*THE TASK*
In the material below, find the line containing "id = ?', [recent.frame.id])).toBe(1);" and the line containing "const may = actor", then reproduce exactly both of them and every line between, and nothing else.
--- START ---
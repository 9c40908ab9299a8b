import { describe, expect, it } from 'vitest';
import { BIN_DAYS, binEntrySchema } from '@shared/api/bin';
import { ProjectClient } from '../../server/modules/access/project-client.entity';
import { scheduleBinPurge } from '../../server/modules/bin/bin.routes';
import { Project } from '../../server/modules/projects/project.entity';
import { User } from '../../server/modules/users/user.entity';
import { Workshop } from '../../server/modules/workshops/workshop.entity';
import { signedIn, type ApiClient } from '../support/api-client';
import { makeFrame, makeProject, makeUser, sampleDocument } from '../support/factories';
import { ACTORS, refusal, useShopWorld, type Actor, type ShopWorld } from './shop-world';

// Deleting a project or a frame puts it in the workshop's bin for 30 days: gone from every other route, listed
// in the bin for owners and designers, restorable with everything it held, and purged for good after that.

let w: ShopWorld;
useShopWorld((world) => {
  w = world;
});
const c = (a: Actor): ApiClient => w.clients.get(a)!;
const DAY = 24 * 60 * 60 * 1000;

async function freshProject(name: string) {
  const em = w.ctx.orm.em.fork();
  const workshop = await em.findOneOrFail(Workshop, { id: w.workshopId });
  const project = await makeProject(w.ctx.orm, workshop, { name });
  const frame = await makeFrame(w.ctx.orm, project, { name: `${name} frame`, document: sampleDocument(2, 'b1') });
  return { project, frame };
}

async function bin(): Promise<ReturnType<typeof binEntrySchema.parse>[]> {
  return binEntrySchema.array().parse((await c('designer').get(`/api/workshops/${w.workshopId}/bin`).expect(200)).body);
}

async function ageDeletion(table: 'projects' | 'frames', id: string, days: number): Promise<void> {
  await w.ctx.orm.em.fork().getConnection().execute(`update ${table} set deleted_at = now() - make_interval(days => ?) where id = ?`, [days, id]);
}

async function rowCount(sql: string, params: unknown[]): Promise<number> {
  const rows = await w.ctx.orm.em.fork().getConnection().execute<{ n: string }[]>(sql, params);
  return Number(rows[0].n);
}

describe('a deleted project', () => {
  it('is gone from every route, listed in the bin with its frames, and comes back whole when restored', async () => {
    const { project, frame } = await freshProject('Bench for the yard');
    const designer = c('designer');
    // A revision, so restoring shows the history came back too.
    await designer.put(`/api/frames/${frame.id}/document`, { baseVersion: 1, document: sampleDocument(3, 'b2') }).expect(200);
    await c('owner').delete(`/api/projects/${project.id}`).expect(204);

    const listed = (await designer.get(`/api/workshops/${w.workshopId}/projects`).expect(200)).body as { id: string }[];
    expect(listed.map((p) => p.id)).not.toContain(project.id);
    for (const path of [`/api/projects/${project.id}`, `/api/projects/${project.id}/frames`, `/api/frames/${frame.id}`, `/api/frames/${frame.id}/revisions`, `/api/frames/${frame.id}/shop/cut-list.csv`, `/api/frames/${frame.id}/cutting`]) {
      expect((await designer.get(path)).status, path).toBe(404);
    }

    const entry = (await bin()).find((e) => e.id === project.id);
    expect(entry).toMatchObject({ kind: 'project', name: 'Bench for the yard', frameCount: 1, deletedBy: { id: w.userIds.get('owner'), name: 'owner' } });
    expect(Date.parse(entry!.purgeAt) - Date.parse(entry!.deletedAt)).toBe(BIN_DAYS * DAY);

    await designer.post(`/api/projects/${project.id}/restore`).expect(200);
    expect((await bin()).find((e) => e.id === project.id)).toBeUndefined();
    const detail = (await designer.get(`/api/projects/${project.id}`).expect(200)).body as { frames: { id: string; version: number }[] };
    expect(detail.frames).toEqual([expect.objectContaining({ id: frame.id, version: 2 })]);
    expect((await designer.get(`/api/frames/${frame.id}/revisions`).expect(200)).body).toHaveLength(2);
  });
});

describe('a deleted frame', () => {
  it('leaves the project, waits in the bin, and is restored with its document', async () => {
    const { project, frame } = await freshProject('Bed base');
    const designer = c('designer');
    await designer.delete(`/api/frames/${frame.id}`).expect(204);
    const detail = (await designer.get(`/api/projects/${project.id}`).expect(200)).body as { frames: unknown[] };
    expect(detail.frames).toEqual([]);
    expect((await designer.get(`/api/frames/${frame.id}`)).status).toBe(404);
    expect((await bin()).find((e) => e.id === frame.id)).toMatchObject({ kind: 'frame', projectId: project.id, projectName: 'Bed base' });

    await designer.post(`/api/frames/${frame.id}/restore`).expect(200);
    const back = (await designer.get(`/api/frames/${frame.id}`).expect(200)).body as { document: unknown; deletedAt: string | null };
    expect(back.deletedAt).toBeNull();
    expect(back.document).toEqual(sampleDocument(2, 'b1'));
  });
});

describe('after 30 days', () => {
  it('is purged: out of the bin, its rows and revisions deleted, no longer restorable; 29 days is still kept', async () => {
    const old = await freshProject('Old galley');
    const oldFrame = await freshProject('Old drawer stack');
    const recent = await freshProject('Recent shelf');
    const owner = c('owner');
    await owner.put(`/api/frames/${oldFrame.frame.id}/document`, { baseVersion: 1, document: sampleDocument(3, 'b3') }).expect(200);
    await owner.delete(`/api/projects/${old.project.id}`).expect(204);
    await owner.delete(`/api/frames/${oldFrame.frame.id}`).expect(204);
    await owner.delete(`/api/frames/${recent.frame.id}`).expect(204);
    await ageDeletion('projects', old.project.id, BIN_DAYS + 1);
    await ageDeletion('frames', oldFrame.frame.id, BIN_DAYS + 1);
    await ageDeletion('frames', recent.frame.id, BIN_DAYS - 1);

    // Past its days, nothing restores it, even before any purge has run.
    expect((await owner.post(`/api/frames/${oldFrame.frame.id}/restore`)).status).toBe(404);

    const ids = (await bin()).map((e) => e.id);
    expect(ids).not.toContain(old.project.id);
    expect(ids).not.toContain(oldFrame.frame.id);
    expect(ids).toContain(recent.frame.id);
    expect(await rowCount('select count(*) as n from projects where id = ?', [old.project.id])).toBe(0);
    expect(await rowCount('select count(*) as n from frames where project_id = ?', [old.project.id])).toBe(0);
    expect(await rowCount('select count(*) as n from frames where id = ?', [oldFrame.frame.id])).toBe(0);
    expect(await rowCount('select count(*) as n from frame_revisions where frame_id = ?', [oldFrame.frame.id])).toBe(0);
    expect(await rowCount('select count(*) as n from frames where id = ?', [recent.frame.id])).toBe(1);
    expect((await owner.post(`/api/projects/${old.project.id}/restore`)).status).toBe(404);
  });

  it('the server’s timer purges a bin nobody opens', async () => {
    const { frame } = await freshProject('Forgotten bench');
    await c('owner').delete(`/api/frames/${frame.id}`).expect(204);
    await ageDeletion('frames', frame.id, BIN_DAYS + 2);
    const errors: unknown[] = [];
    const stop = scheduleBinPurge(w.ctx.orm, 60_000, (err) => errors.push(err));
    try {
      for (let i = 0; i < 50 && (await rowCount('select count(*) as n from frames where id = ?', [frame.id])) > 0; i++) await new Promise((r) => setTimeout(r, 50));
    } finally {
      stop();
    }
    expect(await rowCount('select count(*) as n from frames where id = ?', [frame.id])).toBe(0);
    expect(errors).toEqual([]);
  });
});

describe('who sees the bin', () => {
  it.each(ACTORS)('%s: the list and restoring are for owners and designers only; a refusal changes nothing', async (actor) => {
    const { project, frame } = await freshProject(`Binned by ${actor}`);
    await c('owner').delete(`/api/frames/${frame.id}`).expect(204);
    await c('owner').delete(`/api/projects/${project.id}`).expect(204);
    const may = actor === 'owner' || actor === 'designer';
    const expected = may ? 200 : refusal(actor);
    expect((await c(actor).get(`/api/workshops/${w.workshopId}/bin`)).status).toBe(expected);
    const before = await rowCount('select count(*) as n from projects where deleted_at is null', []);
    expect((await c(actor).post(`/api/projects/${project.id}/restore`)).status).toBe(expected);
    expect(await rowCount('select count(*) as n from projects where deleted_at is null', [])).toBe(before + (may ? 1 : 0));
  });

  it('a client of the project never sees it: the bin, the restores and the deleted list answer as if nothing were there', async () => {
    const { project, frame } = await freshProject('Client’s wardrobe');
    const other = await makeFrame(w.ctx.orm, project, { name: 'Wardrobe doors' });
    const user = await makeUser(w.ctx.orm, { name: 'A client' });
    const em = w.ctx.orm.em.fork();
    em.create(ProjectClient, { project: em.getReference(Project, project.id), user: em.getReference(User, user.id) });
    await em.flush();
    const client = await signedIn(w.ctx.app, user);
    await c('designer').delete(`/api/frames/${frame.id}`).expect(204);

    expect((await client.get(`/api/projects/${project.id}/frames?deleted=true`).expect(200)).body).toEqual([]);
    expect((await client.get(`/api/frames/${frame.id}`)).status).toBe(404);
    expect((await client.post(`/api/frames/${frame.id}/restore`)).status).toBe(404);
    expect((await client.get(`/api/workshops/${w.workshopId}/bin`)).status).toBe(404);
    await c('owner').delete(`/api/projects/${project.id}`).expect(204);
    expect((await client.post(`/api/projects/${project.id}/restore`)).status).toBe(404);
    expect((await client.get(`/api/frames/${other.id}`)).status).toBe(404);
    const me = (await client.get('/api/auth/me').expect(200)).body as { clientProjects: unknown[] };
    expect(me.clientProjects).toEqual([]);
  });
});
--- END ---
--- START ---
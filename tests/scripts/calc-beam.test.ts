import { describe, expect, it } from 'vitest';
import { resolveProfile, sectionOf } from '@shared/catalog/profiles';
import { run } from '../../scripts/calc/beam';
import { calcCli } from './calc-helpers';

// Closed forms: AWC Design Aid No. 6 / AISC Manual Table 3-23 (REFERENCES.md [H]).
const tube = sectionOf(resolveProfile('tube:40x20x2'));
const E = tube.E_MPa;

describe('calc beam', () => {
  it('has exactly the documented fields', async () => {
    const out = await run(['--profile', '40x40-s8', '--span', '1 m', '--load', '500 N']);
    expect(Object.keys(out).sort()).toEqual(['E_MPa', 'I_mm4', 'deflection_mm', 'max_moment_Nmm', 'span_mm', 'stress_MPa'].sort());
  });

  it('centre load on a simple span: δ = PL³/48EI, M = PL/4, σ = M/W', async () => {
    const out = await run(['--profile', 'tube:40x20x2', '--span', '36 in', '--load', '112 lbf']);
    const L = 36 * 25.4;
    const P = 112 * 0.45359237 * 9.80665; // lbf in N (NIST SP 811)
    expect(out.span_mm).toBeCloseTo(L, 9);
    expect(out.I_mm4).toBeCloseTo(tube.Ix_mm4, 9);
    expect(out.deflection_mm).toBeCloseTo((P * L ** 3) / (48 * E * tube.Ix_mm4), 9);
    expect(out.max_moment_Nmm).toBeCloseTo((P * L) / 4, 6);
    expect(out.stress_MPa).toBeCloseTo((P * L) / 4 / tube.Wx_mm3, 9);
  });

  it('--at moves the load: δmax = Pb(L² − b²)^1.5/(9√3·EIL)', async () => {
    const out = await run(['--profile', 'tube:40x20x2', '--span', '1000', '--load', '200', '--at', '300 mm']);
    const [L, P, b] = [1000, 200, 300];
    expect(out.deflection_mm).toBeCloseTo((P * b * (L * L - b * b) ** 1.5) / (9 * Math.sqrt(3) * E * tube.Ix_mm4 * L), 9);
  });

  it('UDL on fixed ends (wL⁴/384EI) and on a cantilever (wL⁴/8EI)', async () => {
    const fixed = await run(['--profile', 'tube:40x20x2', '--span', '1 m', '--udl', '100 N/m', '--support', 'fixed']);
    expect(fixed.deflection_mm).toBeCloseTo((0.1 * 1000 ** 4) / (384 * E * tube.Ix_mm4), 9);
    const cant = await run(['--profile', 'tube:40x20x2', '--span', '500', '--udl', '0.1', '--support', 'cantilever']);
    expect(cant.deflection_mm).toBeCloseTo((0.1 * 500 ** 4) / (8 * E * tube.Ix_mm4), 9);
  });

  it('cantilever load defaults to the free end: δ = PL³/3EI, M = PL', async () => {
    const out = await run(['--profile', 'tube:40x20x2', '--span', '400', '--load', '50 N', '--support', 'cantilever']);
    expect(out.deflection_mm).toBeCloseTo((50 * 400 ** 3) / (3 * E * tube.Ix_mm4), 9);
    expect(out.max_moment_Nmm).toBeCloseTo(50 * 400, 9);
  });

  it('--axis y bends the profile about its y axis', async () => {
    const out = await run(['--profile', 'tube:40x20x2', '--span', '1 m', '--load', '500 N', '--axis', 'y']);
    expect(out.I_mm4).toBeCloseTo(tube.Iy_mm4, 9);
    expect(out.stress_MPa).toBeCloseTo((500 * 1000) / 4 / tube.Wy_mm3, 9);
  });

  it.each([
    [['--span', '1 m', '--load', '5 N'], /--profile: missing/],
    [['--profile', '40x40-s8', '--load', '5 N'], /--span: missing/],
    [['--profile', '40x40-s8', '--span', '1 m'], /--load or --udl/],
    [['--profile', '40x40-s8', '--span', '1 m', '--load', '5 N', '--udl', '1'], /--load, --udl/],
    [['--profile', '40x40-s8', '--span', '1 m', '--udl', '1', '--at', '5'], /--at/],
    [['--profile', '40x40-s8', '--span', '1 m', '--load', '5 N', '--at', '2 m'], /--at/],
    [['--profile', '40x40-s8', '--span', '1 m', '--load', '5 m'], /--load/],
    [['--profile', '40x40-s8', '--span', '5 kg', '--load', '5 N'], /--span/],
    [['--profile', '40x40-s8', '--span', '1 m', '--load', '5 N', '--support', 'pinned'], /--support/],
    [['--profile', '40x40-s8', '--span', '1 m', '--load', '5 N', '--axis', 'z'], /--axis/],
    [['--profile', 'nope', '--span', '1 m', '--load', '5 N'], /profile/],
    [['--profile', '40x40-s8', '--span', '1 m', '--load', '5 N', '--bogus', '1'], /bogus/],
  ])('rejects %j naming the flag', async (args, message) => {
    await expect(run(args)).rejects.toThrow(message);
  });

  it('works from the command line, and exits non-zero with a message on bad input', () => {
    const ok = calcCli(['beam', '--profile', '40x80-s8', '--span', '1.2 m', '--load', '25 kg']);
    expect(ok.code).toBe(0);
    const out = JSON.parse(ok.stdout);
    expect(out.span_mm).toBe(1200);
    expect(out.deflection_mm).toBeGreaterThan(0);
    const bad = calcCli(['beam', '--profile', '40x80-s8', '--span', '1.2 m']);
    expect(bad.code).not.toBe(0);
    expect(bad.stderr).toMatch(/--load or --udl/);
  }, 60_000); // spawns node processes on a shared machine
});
--- END ---
*EXPECTED ANSWER*
    expect(await rowCount('select count(*) as n from frames where id = ?', [recent.frame.id])).toBe(1);
    expect((await owner.post(`/api/projects/${old.project.id}/restore`)).status).toBe(404);
  });

  it('the server’s timer purges a bin nobody opens', async () => {
    const { frame } = await freshProject('Forgotten bench');
    await c('owner').delete(`/api/frames/${frame.id}`).expect(204);
    await ageDeletion('frames', frame.id, BIN_DAYS + 2);
    const errors: unknown[] = [];
    const stop = scheduleBinPurge(w.ctx.orm, 60_000, (err) => errors.push(err));
    try {
      for (let i = 0; i < 50 && (await rowCount('select count(*) as n from frames where id = ?', [frame.id])) > 0; i++) await new Promise((r) => setTimeout(r, 50));
    } finally {
      stop();
    }
    expect(await rowCount('select count(*) as n from frames where id = ?', [frame.id])).toBe(0);
    expect(errors).toEqual([]);
  });
});

describe('who sees the bin', () => {
  it.each(ACTORS)('%s: the list and restoring are for owners and designers only; a refusal changes nothing', async (actor) => {
    const { project, frame } = await freshProject(`Binned by ${actor}`);
    await c('owner').delete(`/api/frames/${frame.id}`).expect(204);
    await c('owner').delete(`/api/projects/${project.id}`).expect(204);
    const may = actor === 'owner' || actor === 'designer';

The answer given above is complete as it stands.